Então Maria, tomando um arrátel de ungüento de nardo puro, de muito preço, ungiu os pés de Jesus, e enxugou-lhe os pés com os seus cabelos; e encheu-se a casa do cheiro do ungüento”
João 12:1-3
Maria ungiu Jesus quando?
Antes de Lázaro morrer | Depois que Lázaro morreu |
Estava, porém, enfermo um certo Lázaro, de betânia, aldeia de Maria e de sua irmã Marta. E Maria era aquela que tinha ungido o Senhor com ungüento, e lhe tinha enxugado os pés com os seus cabelos, cujo irmão Lázaro estava enfermo. Mandaram-lhe, pois, suas irmãs dizer: Senhor, eis que está enfermo aquele que tu amas. | Foi, pois, Jesus seis dias antes da páscoa a betânia, onde estava Lázaro, o que falecera, e a quem ressuscitara dentre os mortos. Fizeram-lhe, pois, ali uma ceia, e Marta servia, e Lázaro era um dos que estavam à mesa com ele. Então Maria, tomando um arrátel de ungüento de nardo puro, de muito preço, ungiu os pés de Jesus, e enxugou-lhe os pés com os seus cabelos; e encheu-se a casa do cheiro do ungüento.
|
Salto cronológico
“E depois disto Jesus andava pela Galiléia, e já não queria andar pela Judéia, pois os judeus procuravam matá-lo. E estava próxima a festa dos judeus, a dos tabernáculos”
João 7:1,2
O capítulo parece ser uma continuidade do capítulo 6, porque ele menciona que os judeus queriam mata-lo. Mas no capítulo seis estava próximo da páscoa:
“E a páscoa, a festa dos judeus, estava próxima”
João 6:4
Há uma diferença de meses entre as festas da páscoa e dos tabernáculos.
Outro salto cronológico
“E em Jerusalém havia a festa da dedicação, e era inverno. E Jesus andava passeando no templo, no alpendre de Salomão”
João 10:22,23
Se alisarmos as festas estabelecidas por Deus em sua Lei (Lv 23) não encontraremos nenhuma festa chamada dedicação e muito menos encontraremos qualquer festa estabelecida durante o período do inverno.

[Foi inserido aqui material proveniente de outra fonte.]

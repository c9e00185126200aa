// Reads a .sluice file: checks everything first, then builds typed-array views over the
// bytes (no copy when they are 8-byte aligned, as ArrayBuffers and whole-file reads are).
// Any problem throws ModelFormatError before a Model exists: a file is never half-loaded.

import { unpack } from "msgpackr/unpack";
import { crc32 } from "./crc32.ts";
import { ModelFormatError } from "../errors.ts";
import {
  CHECKSUM_BYTES,
  DIRECTORY_ENTRY_BYTES,
  ELEMENT,
  ELEMENT_BYTES,
  HEADER_LENGTH_OFFSET,
  MAGIC,
  MAX_HEADER_BYTES,
  MAX_SECTIONS,
  PRELUDE_BYTES,
  SECTION,
  SECTION_ALIGNMENT,
  SUPPORTED_VERSIONS,
  VERSION_OFFSET,
  alignUp,
  rowScaleOfCode,
  sectionNameOf,
  type SectionName,
} from "./format.ts";
import { firstOutOfRange, MAX_ROW_WEIGHT, MAX_STORED_MAGNITUDE } from "./header-limits.ts";
import { LabelTree } from "../model/label-tree.ts";
import { validateHeader, type ModelHeader } from "./model-header.ts";
import { Model } from "../model/model.ts";
import { SlotIndex } from "./slot-index.ts";

interface SectionEntry {
  id: number;
  elementType: number;
  offset: number;
  byteLength: number;
}

/**
 * Loads a model from the bytes of a .sluice file.
 * @example
 * const model = loadModel(await (await fetch("/model.sluice")).arrayBuffer());
 * model.classify("where is my parcel?"); // [{ label: "shipping", score: 0.97 }]
 */
export function loadModel(input: Uint8Array | ArrayBuffer): Model {
  let bytes = toBytes(input);
  const length = bytes.length;
  if (length < MAGIC.length) throw new ModelFormatError("truncated", `the file has ${length} bytes, fewer than the ${MAGIC.length}-byte magic number`, length);
  for (let i = 0; i < MAGIC.length; i++) {
    if (bytes[i] !== MAGIC[i]) throw new ModelFormatError("bad-magic", "not a Sluice model file: the magic number \\x89SLUICE\\n is missing", i);
  }
  if (length < PRELUDE_BYTES + CHECKSUM_BYTES) throw new ModelFormatError("truncated", `the file ends inside the ${PRELUDE_BYTES}-byte prelude`, length);
  const view = new DataView(bytes.buffer, bytes.byteOffset, bytes.byteLength);
  const version = view.getUint16(VERSION_OFFSET, true);
  if (!SUPPORTED_VERSIONS.includes(version)) {
    throw new ModelFormatError(
      "unsupported-version",
      `format version ${version} is not supported: this runtime reads version ${SUPPORTED_VERSIONS.join(", ")}; rebuild the model with a matching Sluice or upgrade the runtime`,
      VERSION_OFFSET,
    );
  }
  const headerLength = view.getUint32(HEADER_LENGTH_OFFSET, true);
  if (headerLength > MAX_HEADER_BYTES) throw new ModelFormatError("bad-header", `the header declares ${headerLength} bytes, more than the ${MAX_HEADER_BYTES} allowed`, HEADER_LENGTH_OFFSET);
  const headerEnd = PRELUDE_BYTES + headerLength;
  const directoryStart = alignUp(headerEnd);
  if (directoryStart + 8 + CHECKSUM_BYTES > length) throw new ModelFormatError("truncated", `the file ends before the section directory at byte ${directoryStart}`, length);
  const storedChecksum = view.getUint32(length - CHECKSUM_BYTES, true);
  const actualChecksum = crc32(bytes, 0, length - CHECKSUM_BYTES);
  if (storedChecksum !== actualChecksum) {
    throw new ModelFormatError("checksum", `checksum mismatch (CRC-32): the trailer says ${hex(storedChecksum)}, the bytes give ${hex(actualChecksum)}; the file is corrupt or truncated`, length - CHECKSUM_BYTES);
  }
  let decoded: unknown;
  try {
    decoded = unpack(bytes.subarray(PRELUDE_BYTES, headerEnd));
  } catch (error) {
    throw new ModelFormatError("bad-header", `the MessagePack header cannot be decoded: ${(error as Error).message}`, PRELUDE_BYTES);
  }
  const header = validateHeader(decoded, PRELUDE_BYTES, version);
  const entries = readDirectory(view, directoryStart, length - CHECKSUM_BYTES);
  if (bytes.byteOffset % SECTION_ALIGNMENT !== 0) bytes = bytes.slice(); // one aligned copy
  const parts = buildParts(bytes, header, entries, version);
  return new Model({ ...parts, contentId: hex(storedChecksum).slice(2), byteLength: length });
}

function toBytes(input: Uint8Array | ArrayBuffer): Uint8Array {
  if (input instanceof Uint8Array) return input;
  if (input instanceof ArrayBuffer) return new Uint8Array(input);
  if (ArrayBuffer.isView(input)) {
    const viewInput = input as ArrayBufferView;
    return new Uint8Array(viewInput.buffer, viewInput.byteOffset, viewInput.byteLength);
  }
  throw new ModelFormatError("bad-magic", `expected the model as a Uint8Array or ArrayBuffer, got ${input === null ? "null" : typeof input}`);
}

function readDirectory(view: DataView, start: number, dataEnd: number): Map<number, SectionEntry> {
  const count = view.getUint32(start, true);
  if (count > MAX_SECTIONS) throw new ModelFormatError("bad-section", `the directory declares ${count} sections, more than ${MAX_SECTIONS}`, start);
  const entriesStart = start + 8;
  const entriesEnd = entriesStart + count * DIRECTORY_ENTRY_BYTES;
  if (entriesEnd > dataEnd) throw new ModelFormatError("truncated", `the file ends inside the section directory (${count} entries)`, dataEnd);
  const entries = new Map<number, SectionEntry>();
  const ordered: SectionEntry[] = [];
  for (let i = 0; i < count; i++) {
    const at = entriesStart + i * DIRECTORY_ENTRY_BYTES;
    const entry: SectionEntry = {
      id: view.getUint32(at, true),
      elementType: view.getUint32(at + 4, true),
      offset: view.getUint32(at + 8, true),
      byteLength: view.getUint32(at + 12, true),
    };
    const name = sectionNameOf(entry.id);
    if (name === undefined) throw new ModelFormatError("bad-section", `unknown section id ${entry.id}`, at);
    if (entries.has(entry.id)) throw new ModelFormatError("bad-section", `section "${name}" appears twice`, at);
    if (ELEMENT_BYTES[entry.elementType] === undefined) throw new ModelFormatError("bad-section", `section "${name}" has unknown element type ${entry.elementType}`, at + 4);
    if (entry.offset % SECTION_ALIGNMENT !== 0) throw new ModelFormatError("bad-section", `section "${name}" starts at ${entry.offset}, not a multiple of ${SECTION_ALIGNMENT}`, at + 8);
    if (entry.offset < entriesEnd || entry.offset + entry.byteLength > dataEnd) {
      throw new ModelFormatError("bad-section", `section "${name}" spans bytes ${entry.offset}..${entry.offset + entry.byteLength}, outside the data area ${entriesEnd}..${dataEnd}`, at + 8);
    }
    if (entry.byteLength % ELEMENT_BYTES[entry.elementType] !== 0) throw new ModelFormatError("bad-section", `section "${name}" length ${entry.byteLength} is not a whole number of elements`, at + 12);
    entries.set(entry.id, entry);
    ordered.push(entry);
  }
  ordered.sort((a, b) => a.offset - b.offset);
  for (let i = 1; i < ordered.length; i++) {
    const previous = ordered[i - 1];
    if (previous.offset + previous.byteLength > ordered[i].offset) {
      throw new ModelFormatError("bad-section", `sections "${sectionNameOf(previous.id)}" and "${sectionNameOf(ordered[i].id)}" overlap`, ordered[i].offset);
    }
  }
  checkNoStrayBytes(view, ordered, alignUp(entriesEnd), dataEnd);
  return entries;
}

/**
 * The sections tile the data area: between them only the zero padding to the next multiple
 * of 8, and the last one ends at the checksum. Bytes nobody reads could hide anything (and
 * would make two files with the same model differ), so they are refused.
 */
function checkNoStrayBytes(view: DataView, ordered: SectionEntry[], firstOffset: number, dataEnd: number): void {
  let cursor = firstOffset;
  for (const entry of ordered) {
    if (entry.offset !== cursor) throw new ModelFormatError("bad-section", `${entry.offset - cursor} stray bytes before section "${sectionNameOf(entry.id)}" (sections follow each other, 8-aligned)`, cursor);
    const end = entry.offset + entry.byteLength;
    cursor = Math.min(alignUp(end), dataEnd);
    for (let at = end; at < cursor; at++) if (view.getUint8(at) !== 0) throw new ModelFormatError("bad-section", "padding after a section is not zero", at);
  }
  if (cursor !== dataEnd) throw new ModelFormatError("bad-section", `${dataEnd - cursor} stray bytes between the last section and the checksum`, cursor);
}

type Parts = Omit<ConstructorParameters<typeof Model>[0], "contentId" | "byteLength">;

function buildParts(bytes: Uint8Array, header: ModelHeader, entries: Map<number, SectionEntry>, version: number): Parts {
  const { dims, rowCount, outputCount } = header;
  const int8 = header.precision === "int8";
  const bucketCount = 2 ** header.index.bucketBits + 1;
  const bucketType = rowCount < 65536 ? "u16" : "u32";
  const keyType = header.index.lowBits <= 8 ? "u8" : "u16";
  const take = (name: SectionName, element: keyof typeof ELEMENT, count: number, required = true) => {
    const entry = entries.get(SECTION[name]);
    if (entry === undefined) {
      if (required) throw new ModelFormatError("bad-section", `required section "${name}" is missing`);
      return null;
    }
    if (entry.elementType !== ELEMENT[element]) throw new ModelFormatError("bad-section", `section "${name}" must hold ${element} values`, entry.offset);
    const expected = count * ELEMENT_BYTES[entry.elementType];
    if (entry.byteLength !== expected) throw new ModelFormatError("bad-section", `section "${name}" has ${entry.byteLength} bytes; the header implies ${expected}`, entry.offset);
    entries.delete(SECTION[name]);
    return view(bytes, entry, element, count);
  };
  const buckets = take("slotBuckets", bucketType, bucketCount) as Uint16Array | Uint32Array;
  const keys = take("slotKeys", keyType, rowCount) as Uint8Array | Uint16Array;
  const logitRows = header.rowSpace === "logits";
  const rows = take("rows", int8 ? "i8" : "f32", rowCount * (logitRows ? outputCount : dims)) as Int8Array | Float32Array;
  // Version 2 int8 files store scale codes and u16 weights: decoded once here, so scoring
  // reads float32 values either way (4 bytes per row at load, for 3 + 2 fewer in the file).
  const compact = int8 && version >= 2;
  const rowScales = !int8 ? null : compact ? decodeRowScales(take("rowScales", "u8", rowCount) as Uint8Array) : (take("rowScales", "f32", rowCount) as Float32Array);
  const weightStep = header.quantization?.weightStep ?? 0;
  const rowWeights = header.weighting !== "tfidf" ? null : compact ? decodeWeights(take("rowWeights", "u16", rowCount) as Uint16Array, weightStep) : (take("rowWeights", "f32", rowCount) as Float32Array);
  const outputWeights = logitRows ? null : (take("outputWeights", int8 ? "i8" : "f32", outputCount * dims) as Int8Array | Float32Array);
  const outputScales = int8 && !logitRows ? (take("outputScales", "f32", outputCount) as Float32Array) : null;
  const outputBias = take("outputBias", "f32", outputCount) as Float32Array;
  const tree = header.head === "tree" ? (take("tree", "i32", 2 * (header.labels.length - 1)) as Int32Array) : null;
  for (const leftover of entries.values()) {
    throw new ModelFormatError("bad-section", `section "${sectionNameOf(leftover.id)}" does not belong in a ${header.precision} ${header.weighting} ${header.head} model with ${header.rowSpace} rows`, leftover.offset);
  }
  const indexProblem = SlotIndex.check(buckets, keys, header.index.lowBits);
  if (indexProblem) throw new ModelFormatError("bad-section", `slot index: ${indexProblem}`);
  if (tree) {
    const treeProblem = LabelTree.check(tree, header.labels.length);
    if (treeProblem) throw new ModelFormatError("bad-section", `label tree: ${treeProblem}`);
  }
  // Every stored float within the ranges the compiler writes (header-limits.ts), so scores
  // stay finite. Decoded scales and weights are in range by construction (a code table, u16 ×
  // a checked step). Scales and weights must not be negative: a weight sum could then cancel.
  const storedAsFloats: [string, Float32Array | null, number, number][] = [
    ["rowScales", compact ? null : rowScales, 0, MAX_STORED_MAGNITUDE],
    ["rowWeights", compact ? null : rowWeights, 0, MAX_ROW_WEIGHT],
    ["outputScales", outputScales, 0, MAX_STORED_MAGNITUDE],
    ["outputBias", outputBias, -MAX_STORED_MAGNITUDE, MAX_STORED_MAGNITUDE],
    ["rows", int8 ? null : (rows as Float32Array), -MAX_STORED_MAGNITUDE, MAX_STORED_MAGNITUDE],
    ["outputWeights", int8 ? null : (outputWeights as Float32Array | null), -MAX_STORED_MAGNITUDE, MAX_STORED_MAGNITUDE],
  ];
  for (const [name, values, min, max] of storedAsFloats) {
    const at = values === null ? -1 : firstOutOfRange(values, min, max);
    if (at >= 0) throw new ModelFormatError("bad-section", `section "${name}" value ${at} is ${(values as Float32Array)[at]}, outside [${min}, ${max}]`);
  }
  return {
    header,
    index: new SlotIndex(buckets, keys, header.index.lowBits),
    rows,
    rowScales,
    rowWeights,
    outputWeights,
    outputScales,
    outputBias,
    tree,
  };
}

function view(bytes: Uint8Array, entry: SectionEntry, element: keyof typeof ELEMENT, count: number) {
  const offset = bytes.byteOffset + entry.offset;
  switch (element) {
    case "u8":
      return new Uint8Array(bytes.buffer, offset, count);
    case "i8":
      return new Int8Array(bytes.buffer, offset, count);
    case "u16":
      return new Uint16Array(bytes.buffer, offset, count);
    case "u32":
      return new Uint32Array(bytes.buffer, offset, count);
    case "f32":
      return new Float32Array(bytes.buffer, offset, count);
    case "i32":
      return new Int32Array(bytes.buffer, offset, count);
  }
}

const ROW_SCALES = Float32Array.from({ length: 256 }, (_, code) => rowScaleOfCode(code));

function decodeRowScales(codes: Uint8Array): Float32Array {
  const scales = new Float32Array(codes.length);
  for (let i = 0; i < codes.length; i++) scales[i] = ROW_SCALES[codes[i]];
  return scales;
}

function decodeWeights(steps: Uint16Array, step: number): Float32Array {
  const weights = new Float32Array(steps.length);
  for (let i = 0; i < steps.length; i++) weights[i] = steps[i] * step;
  return weights;
}


function hex(value: number): string {
  return `0x${value.toString(16).padStart(8, "0")}`;
}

Sendo assim, ao que João está se referindo?
No dia 25 do mês de Dezembro, correspondente naquela ocasião ao dia 25 do mês hebraico de Kislev, os gregos profanaram o altar do Templo em Jerusalém, ergueram uma estatua do Deus Júpiter em homenagem ao seu suposto nascimento nesta data e sacrificaram porcos no altar de sacrifício.

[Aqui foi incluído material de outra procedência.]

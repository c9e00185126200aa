// The policy as a model file stores it. The review floor is `reviewBelow` everywhere in code,
// the CLI and HTTP; files store it under its first name, `uncertainBelow` (FORMAT.md), so
// every file ever written keeps its floor and runtimes that know only that key still apply it.
// The loader reads it back in validate-policy.ts.

import type { Policy } from "../model/policy.ts";

/** The policy → the map a file stores. */
export function policyToStored(policy: Policy | null): Record<string, unknown> | null {
  if (policy === null) return null;
  const { reviewBelow, ...rest } = policy;
  return reviewBelow === undefined ? rest : { ...rest, uncertainBelow: reviewBelow };
}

A partir daí determinou que todo dia 25 de cada mês, todos os judeus deveriam participar de todo tipo de abominação relacionado ao culto e adoração a falsos deuses como Dionísio e Baco, sendo condenado a morte todo aquele que se recusasse a fazê-lo.
Exatamente 3 anos após o Templo ter sido profanado, no mesmo dia e mês, Judas Macabeus e seus companheiros, após expulsarem o exercito grego de Israel, purificaram o Templo de todas as abominações que ali foram cometidas e re-dedicaram o altar ao Senhor.

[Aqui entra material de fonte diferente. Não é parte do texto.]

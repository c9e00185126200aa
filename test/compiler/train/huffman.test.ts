// Huffman code lengths against a textbook worked example.
import { describe, expect, it } from "vitest";
import { codeLengths, huffmanTree, treePaths } from "../../../compiler/train/huffman.ts";
import { LabelTree } from "../../../runtime/model/label-tree.ts";

describe("huffmanTree", () => {
  it("should give the optimal code lengths of the textbook example", () => {
    // Cormen, Leiserson, Rivest & Stein, "Introduction to Algorithms" (3rd ed., §16.3,
    // Figure 16.3/16.5): frequencies a:45 b:13 c:12 d:16 e:9 f:5 (thousands) give the
    // optimal prefix code a=0, b=101, c=100, d=111, e=1101, f=1100 — lengths 1,3,3,3,4,4,
    // cost 224,000 bits (from memory).
    const counts = [45, 13, 12, 16, 9, 5];
    const lengths = Array.from(codeLengths(huffmanTree(counts), counts.length));
    expect(lengths).toEqual([1, 3, 3, 3, 4, 4]);
    expect(lengths.reduce((sum, length, i) => sum + length * counts[i], 0)).toBe(224);
  });

  it("should build a tree the runtime accepts, whose paths end at their labels", () => {
    const counts = [5, 1, 1, 2, 8, 3, 3, 1, 9, 4];
    const children = huffmanTree(counts);
    expect(LabelTree.check(children, counts.length)).toBeNull();
    const paths = treePaths(children, counts.length);
    const lengths = codeLengths(children, counts.length);
    for (let label = 0; label < counts.length; label++) expect(paths.offsets[label + 1] - paths.offsets[label]).toBe(lengths[label]);
  });

  it("should give equal lengths to equal counts that are a power of two", () => {
    // Eight equally frequent symbols: a complete tree, every code 3 bits (common practice, no source).
    expect(Array.from(codeLengths(huffmanTree(new Array(8).fill(1)), 8))).toEqual(new Array(8).fill(3));
  });
});
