def _tuning_section(c: PageContent) -> str:
    items = "".join(f"<li>{esc(x)}</li>" for x in c.tuning)
    parts = [f'<ul class="verdict">{items}</ul>',
             "<p>Each tuned strategy was searched inside every outer training part (nested "
             "resampling): configurations scored on inner folds of the training rows only, the "
             "best refit on them and scored once on the outer test rows. The first "
             "configuration tried is the one given, so the same run measures the untuned "
             "strategy. Curves: the outer-test score of the best configuration among the "
             "first trials (solid) against the inner score that chose it (dashed); where the "
             "solid line flattens, more budget buys little.</p>",
             _img(c, "tuning_curves", "tuning curves: score against trials")]
    for name in ("tuning_gains", "tuning_summary", "tuning_ranks", "chosen_configurations"):
        if name in c.tables:
            t = c.tables[name]
            parts.append(f"<h3>{esc(t.title)}</h3>" + to_html(t, level=4))
    return "".join(parts)


def _speedup_section(c: PageContent) -> str:
    parts = ["<p>From the speedup run, which fits each strategy alone at each worker "
             "count.</p>"]
    for name in ("speedup", "serial_fraction"):
        if name in c.tables:
            t = c.tables[name]
            parts.append(f"<h3>{esc(t.title)}</h3>" + to_html(t, level=4))
    parts.append(_img(c, "speedup", "parallel speedup against workers"))
    parts.append(_img(c, "fit_time_vs_workers", "fit time against workers"))
    return "".join(parts)


def _failures_section(c: PageContent) -> str:
    bad = c.failures
    if bad.empty:
        return "<p>Every stored cell of the latest plan finished successfully.</p>"
    counts = bad.groupby(["dataset", "strategy", "status"]).size().rename("cells").reset_index()
    return (f"<p>{len(bad)} cell{'s' if len(bad) != 1 else ''} failed or timed out. A strategy "
            "with no successful cell on a dataset has no score there and is left out of the "
            "comparisons that need one (named in the ranks section).</p>" + html_table(counts)
            + "<details><summary>Every failed cell</summary>" + html_table(bad) + "</details>")


def _provenance_section(c: PageContent) -> str:
    body = ""
    if not c.runs.empty:
        body += ("<h3>Which runs computed these results</h3><p>Each cell and speedup point "
                 "keeps the run that computed it; a later run that found everything stored "
                 "computed nothing and is not listed.</p>" + html_table(c.runs))
        body += "<h3>The latest of these runs</h3>"
    body += html_table(pd.DataFrame(c.provenance, columns=["what", "value"]).astype(str))
    if c.suite_text:
        body += ("<details><summary>The suite file as run</summary><pre>" + esc(c.suite_text)
                 + "</pre></details>")
    return body + ("<p class=\"small\">Every number in this page is computed from "
                   "<code>cells.sqlite</code> in the results folder; <code>woodlot report "
                   "FOLDER</code> writes it again.</p>")


def _caution_section() -> str:
    return f'<p class="caution">{_inline(CAUTION)}</p>'


# ------------------------------------------------------------------ the page

def render(c: PageContent) -> str:
    across = c.verdict is not None and c.verdict.tested
    sections = {
        "recommendation": _recommendation_section(c) if c.recommendation else None,
        "verdict": _verdict_section(c),
        "ranks": _ranks_section(c) if across else None,
        "pairs-across": _pairs_across_section(c) if across else None,
        "pictures": _pictures_section(c) if across else None,
        "critical-difference": _cd_section(c) if across else None,
        "datasets": _datasets_section(c), "cost": _cost_section(c),
        "ensemble-size": _ensemble_section(c),
        "tuning": _tuning_section(c) if c.tuning else None,
        "speedup": _speedup_section(c) if c.has_speedup else None,
        "failures": _failures_section(c), "provenance": _provenance_section(c),
        "caution": _caution_section()}
    shown = [(sid, title) for sid, title in SECTIONS if sections[sid] is not None]
    nav = "".join(f'<a href="#{sid}">{esc(t)}</a>' for sid, t in shown)
    body = "\n".join(_section(sid, sections[sid]) for sid, _ in shown)
    return f"""<!DOCTYPE html>
<html lang="en">
<head>
<meta charset="utf-8">
<meta name="viewport" content="width=device-width, initial-scale=1">
<meta http-equiv="Content-Security-Policy" content="{_POLICY}">
<title>woodlot report: {esc(c.suite)}</title>
<style>{_CSS}</style>
</head>
<body>
<main>
<h1>woodlot report: {esc(c.suite)}</h1>
<p class="meta">{c.n_datasets} datasets × {c.n_strategies} strategies, {c.n_cells} cells · written
{esc(time.strftime("%Y-%m-%d %H:%M"))} · woodlot {esc(c.version)}</p>
{_notes([c.status] if c.status else [])}
<nav>{nav}</nav>
{body}
</main>
</body>
</html>
"""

Ficou então determinado que durante 8 dias, a partir do dia 25 do Mês hebraico de Kislev (Novembro/Dezembro), inverno em Israel, o dia da re-dedicação do Templo e do altar, essa vitória milagrosa sobre o exercito grego seria lembrada na festa da Dedicação, também conhecida como a Festa das luzes, Hanukkah.
O evangelho de João é quase todo situado na proximidade da páscoa, mas as vezes ele dá saltos cronológicos que destoam da narrativa.
E a páscoa, a festa dos judeus, estava próxima.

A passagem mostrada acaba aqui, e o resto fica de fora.